**WORK ITEM**
So that nothing is lost, transcribe each line of the records exactly.

[Excerpts from a dataset]
------------------------------------------------------------------------

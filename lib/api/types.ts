import type { Role } from '../roles';
import type { UnitSystem } from '../units';

/** The uniform error body every API error carries. */
export interface ErrorBody {
  error: { code: string; message: string; fields?: Record<string, string> };
}

export interface Organisation {
  id: number;
  name: string;
  /** The brewery's line between non-alcoholic and alcoholic, % ABV. */
  abvLimitPercent: number;
}

export interface SessionUser {
  id: number;
  name: string;
  email: string;
  role: Role;
  unitSystem: UnitSystem;
}

export interface Session {
  user: SessionUser;
  organisation: Organisation;
}

export interface Member {
  id: number;
  name: string;
  email: string;
  role: Role;
  active: boolean;
  createdAt: string;
}

export type InvitationStatus = 'pending' | 'expired' | 'accepted' | 'revoked';

export interface Invitation {
  id: number;
  email: string;
  role: Role;
  status: InvitationStatus;
  expiresAt: string;
  invitedBy: string | null;
  createdAt: string;
}

export interface Team {
  members: Member[];
  invitations: Invitation[];
}

export interface InvitationPreview {
  email: string;
  role: Role;
  breweryName: string;
  invitedBy: string | null;
}

export interface OutboxMessage {
  id: number;
  to: string;
  subject: string;
  text: string;
  kind: string;
  createdAt: string;
}

export interface ServerInfo {
  status: 'ok';
  db: 'ok';
  version: string;
  /** True when e-mail goes to the local Mail outbox instead of a real mail server. */
  outbox: boolean;
  /** True when anyone, signed in or not, may read the outbox (development only). */
  outboxOpen: boolean;
}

------------------------------------------------------------------------

**ANSWER TO THIS EXERCISE**
filename lib/api/types.ts
import type { Role } from '../roles';
import type { UnitSystem } from '../units';

/** The uniform error body every API error carries. */
export interface ErrorBody {
  error: { code: string; message: string; fields?: Record<string, string> };
}

export interface Organisation {
  id: number;
  name: string;
  /** The brewery's line between non-alcoholic and alcoholic, % ABV. */
  abvLimitPercent: number;
}

export interface SessionUser {
  id: number;
  name: string;
  email: string;
  role: Role;
  unitSystem: UnitSystem;
}

export interface Session {
  user: SessionUser;
  organisation: Organisation;
}

export interface Member {
  id: number;
  name: string;
  email: string;
  role: Role;
  active: boolean;
  createdAt: string;
}

export type InvitationStatus = 'pending' | 'expired' | 'accepted' | 'revoked';

export interface Invitation {
  id: number;
  email: string;
  role: Role;
  status: InvitationStatus;
  expiresAt: string;
  invitedBy: string | null;
  createdAt: string;
}

export interface Team {
  members: Member[];
  invitations: Invitation[];
}

export interface InvitationPreview {
  email: string;
  role: Role;
  breweryName: string;
  invitedBy: string | null;
}

export interface OutboxMessage {
  id: number;
  to: string;
  subject: string;
  text: string;
  kind: string;
  createdAt: string;
}

export interface ServerInfo {
  status: 'ok';
  db: 'ok';
  version: string;
  /** True when e-mail goes to the local Mail outbox instead of a real mail server. */
  outbox: boolean;
  /** True when anyone, signed in or not, may read the outbox (development only). */
  outboxOpen: boolean;
}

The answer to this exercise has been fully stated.